Data records:

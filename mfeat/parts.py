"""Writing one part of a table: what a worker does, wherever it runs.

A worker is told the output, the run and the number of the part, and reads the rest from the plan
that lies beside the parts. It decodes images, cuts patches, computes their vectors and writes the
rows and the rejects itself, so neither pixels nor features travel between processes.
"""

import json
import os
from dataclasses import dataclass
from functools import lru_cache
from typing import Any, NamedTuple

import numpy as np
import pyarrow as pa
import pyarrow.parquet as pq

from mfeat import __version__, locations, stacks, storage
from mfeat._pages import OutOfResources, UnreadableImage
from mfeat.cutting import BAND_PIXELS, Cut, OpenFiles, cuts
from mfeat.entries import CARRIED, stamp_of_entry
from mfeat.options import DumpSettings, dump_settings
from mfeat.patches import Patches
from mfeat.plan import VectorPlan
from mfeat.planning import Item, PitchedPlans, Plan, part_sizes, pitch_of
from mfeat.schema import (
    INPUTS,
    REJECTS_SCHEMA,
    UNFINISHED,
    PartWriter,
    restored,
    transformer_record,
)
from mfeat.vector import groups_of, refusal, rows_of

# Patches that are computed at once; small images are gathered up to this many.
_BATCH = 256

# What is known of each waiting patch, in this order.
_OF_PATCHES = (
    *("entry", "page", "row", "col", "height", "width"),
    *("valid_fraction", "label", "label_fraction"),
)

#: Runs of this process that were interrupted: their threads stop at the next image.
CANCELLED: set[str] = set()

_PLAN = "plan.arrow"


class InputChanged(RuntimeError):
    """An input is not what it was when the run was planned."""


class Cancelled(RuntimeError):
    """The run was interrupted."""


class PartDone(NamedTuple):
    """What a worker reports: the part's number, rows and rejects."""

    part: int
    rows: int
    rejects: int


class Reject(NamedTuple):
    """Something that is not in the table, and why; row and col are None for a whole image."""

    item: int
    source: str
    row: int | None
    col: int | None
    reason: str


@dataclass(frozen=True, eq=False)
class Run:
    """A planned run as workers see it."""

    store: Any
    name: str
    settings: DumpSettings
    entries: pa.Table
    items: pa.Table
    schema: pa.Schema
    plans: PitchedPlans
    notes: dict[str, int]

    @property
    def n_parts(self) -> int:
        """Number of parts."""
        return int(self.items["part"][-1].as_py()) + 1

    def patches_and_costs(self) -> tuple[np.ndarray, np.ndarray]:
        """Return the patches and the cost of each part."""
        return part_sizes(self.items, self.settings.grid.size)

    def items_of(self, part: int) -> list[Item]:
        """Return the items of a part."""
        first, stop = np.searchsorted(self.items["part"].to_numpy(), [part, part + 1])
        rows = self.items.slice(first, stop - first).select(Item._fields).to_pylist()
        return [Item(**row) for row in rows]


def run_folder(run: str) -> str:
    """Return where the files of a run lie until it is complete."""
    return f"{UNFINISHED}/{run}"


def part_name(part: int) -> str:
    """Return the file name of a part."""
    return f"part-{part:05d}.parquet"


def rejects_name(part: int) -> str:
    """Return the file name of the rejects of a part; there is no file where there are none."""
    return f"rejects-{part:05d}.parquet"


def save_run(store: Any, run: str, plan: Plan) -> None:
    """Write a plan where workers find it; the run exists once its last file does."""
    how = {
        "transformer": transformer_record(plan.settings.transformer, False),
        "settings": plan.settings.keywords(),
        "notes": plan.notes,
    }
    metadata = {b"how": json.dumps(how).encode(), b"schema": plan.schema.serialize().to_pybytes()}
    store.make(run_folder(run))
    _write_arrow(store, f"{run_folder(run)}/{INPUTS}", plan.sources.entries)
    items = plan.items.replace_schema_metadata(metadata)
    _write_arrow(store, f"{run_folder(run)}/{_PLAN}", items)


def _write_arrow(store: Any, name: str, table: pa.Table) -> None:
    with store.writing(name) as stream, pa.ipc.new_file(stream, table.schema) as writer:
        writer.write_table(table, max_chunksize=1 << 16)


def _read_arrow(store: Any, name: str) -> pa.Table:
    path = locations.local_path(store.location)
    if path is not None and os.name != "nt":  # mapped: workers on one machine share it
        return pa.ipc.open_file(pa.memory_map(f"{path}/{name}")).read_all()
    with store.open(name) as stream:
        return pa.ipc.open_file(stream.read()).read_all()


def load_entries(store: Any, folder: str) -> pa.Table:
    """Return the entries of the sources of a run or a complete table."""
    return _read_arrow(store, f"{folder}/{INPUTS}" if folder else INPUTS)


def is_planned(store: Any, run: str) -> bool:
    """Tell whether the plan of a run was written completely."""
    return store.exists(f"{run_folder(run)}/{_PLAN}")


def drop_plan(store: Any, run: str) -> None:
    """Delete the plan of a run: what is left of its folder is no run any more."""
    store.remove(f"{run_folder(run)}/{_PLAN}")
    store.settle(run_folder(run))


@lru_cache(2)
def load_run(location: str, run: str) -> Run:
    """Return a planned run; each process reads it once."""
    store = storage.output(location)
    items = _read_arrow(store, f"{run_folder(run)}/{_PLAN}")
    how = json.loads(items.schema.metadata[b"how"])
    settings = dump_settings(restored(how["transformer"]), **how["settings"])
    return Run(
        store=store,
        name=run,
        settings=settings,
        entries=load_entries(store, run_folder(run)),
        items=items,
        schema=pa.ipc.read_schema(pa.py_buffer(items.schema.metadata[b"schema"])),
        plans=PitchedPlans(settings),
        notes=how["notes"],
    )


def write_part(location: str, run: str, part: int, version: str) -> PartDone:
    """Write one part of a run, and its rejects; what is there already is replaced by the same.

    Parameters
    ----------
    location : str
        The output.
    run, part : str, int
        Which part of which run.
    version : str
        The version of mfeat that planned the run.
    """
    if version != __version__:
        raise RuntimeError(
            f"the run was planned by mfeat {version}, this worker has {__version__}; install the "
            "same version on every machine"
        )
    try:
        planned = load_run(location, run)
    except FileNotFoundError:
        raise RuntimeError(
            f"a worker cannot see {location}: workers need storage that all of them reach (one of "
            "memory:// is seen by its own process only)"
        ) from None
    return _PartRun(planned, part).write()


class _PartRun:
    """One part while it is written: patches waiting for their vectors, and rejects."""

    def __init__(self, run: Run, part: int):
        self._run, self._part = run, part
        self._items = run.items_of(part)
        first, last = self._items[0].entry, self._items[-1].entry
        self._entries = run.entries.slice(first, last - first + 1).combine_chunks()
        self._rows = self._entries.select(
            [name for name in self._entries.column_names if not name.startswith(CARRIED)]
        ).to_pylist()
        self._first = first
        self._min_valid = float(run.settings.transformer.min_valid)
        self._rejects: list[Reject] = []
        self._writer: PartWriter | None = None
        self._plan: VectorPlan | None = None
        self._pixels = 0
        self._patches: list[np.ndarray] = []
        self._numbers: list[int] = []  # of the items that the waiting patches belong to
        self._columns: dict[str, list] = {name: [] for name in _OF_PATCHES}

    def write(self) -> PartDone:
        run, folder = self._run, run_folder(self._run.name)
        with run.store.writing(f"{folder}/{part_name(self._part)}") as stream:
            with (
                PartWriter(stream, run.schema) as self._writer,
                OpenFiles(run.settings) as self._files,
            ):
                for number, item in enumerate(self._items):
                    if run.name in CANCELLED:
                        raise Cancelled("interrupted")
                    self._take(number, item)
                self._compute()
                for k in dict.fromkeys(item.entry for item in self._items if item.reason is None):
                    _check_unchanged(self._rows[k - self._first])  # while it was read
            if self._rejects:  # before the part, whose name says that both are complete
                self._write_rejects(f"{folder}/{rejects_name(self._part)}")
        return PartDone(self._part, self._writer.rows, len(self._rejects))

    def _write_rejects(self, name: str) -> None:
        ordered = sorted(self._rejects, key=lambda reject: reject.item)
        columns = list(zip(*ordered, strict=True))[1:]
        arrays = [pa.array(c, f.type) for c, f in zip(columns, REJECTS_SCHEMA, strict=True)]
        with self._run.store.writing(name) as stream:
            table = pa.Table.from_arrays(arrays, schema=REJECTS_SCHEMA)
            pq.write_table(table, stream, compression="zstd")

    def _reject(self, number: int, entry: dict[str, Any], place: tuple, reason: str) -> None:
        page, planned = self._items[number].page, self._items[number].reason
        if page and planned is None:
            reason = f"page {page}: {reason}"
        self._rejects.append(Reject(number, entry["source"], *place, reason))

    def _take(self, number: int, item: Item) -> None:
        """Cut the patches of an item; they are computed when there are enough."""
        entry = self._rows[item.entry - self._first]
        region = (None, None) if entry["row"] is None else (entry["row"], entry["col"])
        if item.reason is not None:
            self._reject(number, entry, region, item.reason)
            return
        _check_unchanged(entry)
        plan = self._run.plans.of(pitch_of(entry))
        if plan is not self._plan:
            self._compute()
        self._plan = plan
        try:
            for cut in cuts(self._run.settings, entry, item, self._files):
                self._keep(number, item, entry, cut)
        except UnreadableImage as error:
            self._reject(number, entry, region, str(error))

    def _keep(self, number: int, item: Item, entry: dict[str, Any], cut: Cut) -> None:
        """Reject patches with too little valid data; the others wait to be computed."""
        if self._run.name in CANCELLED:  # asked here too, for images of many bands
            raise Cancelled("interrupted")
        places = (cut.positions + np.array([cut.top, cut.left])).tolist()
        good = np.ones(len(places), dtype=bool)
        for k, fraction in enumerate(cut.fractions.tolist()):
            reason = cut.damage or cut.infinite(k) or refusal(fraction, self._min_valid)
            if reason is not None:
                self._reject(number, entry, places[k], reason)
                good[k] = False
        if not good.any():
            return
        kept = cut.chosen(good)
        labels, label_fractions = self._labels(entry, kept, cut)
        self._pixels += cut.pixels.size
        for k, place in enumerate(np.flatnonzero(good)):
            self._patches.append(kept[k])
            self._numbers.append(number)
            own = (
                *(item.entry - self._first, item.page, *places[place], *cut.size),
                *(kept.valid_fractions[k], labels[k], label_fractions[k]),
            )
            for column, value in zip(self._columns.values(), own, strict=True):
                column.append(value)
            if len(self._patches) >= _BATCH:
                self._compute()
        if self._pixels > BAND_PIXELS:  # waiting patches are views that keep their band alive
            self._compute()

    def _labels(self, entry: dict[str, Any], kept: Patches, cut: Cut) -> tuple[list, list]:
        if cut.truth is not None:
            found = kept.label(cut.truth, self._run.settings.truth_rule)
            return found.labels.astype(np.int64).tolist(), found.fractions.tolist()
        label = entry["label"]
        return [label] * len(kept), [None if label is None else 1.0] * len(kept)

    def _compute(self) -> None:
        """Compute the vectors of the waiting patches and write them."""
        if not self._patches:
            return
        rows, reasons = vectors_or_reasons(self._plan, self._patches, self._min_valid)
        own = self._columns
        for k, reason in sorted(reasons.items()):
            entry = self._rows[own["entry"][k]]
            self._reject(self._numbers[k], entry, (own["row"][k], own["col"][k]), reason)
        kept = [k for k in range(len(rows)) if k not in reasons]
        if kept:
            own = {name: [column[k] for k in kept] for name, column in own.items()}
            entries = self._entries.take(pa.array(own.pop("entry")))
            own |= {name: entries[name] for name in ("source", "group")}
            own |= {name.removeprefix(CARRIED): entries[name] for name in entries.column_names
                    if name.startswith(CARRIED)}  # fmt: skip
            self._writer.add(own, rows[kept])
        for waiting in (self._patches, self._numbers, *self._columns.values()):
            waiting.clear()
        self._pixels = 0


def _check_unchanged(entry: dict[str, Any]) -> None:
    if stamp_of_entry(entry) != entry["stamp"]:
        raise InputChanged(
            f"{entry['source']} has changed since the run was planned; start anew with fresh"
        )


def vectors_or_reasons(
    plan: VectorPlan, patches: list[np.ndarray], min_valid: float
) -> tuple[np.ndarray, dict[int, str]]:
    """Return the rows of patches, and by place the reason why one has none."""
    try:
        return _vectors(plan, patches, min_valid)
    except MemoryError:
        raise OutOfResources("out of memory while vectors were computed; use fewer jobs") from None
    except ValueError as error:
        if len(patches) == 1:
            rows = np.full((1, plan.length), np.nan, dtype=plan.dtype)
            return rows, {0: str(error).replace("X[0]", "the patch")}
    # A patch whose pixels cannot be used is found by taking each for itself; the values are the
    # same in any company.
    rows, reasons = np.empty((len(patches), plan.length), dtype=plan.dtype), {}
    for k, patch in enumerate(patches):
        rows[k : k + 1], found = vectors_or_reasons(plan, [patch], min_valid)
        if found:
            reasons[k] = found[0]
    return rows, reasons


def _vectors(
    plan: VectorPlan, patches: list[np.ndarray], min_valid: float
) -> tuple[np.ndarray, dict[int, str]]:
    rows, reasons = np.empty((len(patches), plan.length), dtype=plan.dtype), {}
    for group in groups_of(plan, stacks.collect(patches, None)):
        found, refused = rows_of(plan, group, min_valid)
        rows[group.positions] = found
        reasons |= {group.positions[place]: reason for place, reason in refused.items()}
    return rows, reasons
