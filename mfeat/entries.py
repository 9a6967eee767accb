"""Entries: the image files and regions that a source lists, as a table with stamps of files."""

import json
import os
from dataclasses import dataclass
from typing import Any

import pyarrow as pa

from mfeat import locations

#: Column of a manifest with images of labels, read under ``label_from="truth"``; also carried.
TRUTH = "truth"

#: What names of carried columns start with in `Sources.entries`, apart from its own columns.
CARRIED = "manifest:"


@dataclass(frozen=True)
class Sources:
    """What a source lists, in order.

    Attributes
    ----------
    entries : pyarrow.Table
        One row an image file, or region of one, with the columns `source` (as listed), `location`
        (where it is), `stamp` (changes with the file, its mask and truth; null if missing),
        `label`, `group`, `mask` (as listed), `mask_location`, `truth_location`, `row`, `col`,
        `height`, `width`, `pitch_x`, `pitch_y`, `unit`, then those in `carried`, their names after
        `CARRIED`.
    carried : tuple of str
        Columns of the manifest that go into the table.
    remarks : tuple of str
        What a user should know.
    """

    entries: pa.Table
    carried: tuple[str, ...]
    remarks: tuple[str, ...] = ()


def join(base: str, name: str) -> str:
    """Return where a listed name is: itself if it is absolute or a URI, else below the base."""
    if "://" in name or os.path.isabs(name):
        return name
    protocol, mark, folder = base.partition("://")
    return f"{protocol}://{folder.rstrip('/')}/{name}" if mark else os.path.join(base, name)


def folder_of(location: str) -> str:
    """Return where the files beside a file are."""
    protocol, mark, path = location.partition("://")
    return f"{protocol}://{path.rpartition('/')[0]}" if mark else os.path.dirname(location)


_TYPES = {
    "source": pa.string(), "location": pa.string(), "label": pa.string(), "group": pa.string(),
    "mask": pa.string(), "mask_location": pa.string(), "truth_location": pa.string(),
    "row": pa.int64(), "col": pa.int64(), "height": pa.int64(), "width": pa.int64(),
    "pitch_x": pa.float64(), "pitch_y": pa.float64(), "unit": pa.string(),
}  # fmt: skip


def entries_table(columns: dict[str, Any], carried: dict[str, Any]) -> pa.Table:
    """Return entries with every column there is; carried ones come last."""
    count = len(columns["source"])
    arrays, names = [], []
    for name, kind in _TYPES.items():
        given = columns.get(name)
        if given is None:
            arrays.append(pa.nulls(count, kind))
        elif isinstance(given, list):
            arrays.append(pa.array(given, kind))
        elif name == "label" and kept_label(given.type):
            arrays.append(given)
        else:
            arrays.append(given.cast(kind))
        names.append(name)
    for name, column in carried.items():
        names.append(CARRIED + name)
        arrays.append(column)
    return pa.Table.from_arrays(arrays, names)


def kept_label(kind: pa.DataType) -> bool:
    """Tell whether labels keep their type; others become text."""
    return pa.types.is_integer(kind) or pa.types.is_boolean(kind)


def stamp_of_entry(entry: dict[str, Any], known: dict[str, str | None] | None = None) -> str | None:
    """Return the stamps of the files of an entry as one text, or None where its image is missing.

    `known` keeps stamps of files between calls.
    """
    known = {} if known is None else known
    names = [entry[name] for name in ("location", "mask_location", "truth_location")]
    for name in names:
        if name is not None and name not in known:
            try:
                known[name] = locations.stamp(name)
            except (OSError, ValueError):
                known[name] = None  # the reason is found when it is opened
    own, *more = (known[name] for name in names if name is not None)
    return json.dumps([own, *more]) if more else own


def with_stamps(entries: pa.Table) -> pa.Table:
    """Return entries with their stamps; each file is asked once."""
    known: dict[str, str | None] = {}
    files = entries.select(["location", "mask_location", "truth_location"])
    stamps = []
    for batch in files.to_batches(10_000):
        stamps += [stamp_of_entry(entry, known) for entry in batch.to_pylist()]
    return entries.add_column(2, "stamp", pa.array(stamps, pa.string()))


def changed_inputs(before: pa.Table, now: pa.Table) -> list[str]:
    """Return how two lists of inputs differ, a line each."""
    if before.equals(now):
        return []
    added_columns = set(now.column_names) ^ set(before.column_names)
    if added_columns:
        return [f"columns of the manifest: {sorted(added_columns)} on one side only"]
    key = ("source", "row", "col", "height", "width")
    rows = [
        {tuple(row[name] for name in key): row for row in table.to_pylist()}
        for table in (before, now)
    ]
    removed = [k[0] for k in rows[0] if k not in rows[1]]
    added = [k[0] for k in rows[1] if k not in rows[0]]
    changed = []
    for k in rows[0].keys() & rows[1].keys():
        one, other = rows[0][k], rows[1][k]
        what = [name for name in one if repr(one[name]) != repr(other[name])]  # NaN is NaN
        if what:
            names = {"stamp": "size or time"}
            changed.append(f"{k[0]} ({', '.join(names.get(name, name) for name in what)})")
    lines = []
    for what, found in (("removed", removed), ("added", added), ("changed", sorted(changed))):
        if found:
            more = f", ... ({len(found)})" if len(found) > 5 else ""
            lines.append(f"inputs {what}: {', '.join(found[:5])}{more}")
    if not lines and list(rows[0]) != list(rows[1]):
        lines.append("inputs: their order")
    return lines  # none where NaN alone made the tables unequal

Exercise description: The job here is to find each line above with the word "OpenFiles" and copy it.

Finished task:
from mfeat.cutting import BAND_PIXELS, Cut, OpenFiles, cuts
                OpenFiles(run.settings) as self._files,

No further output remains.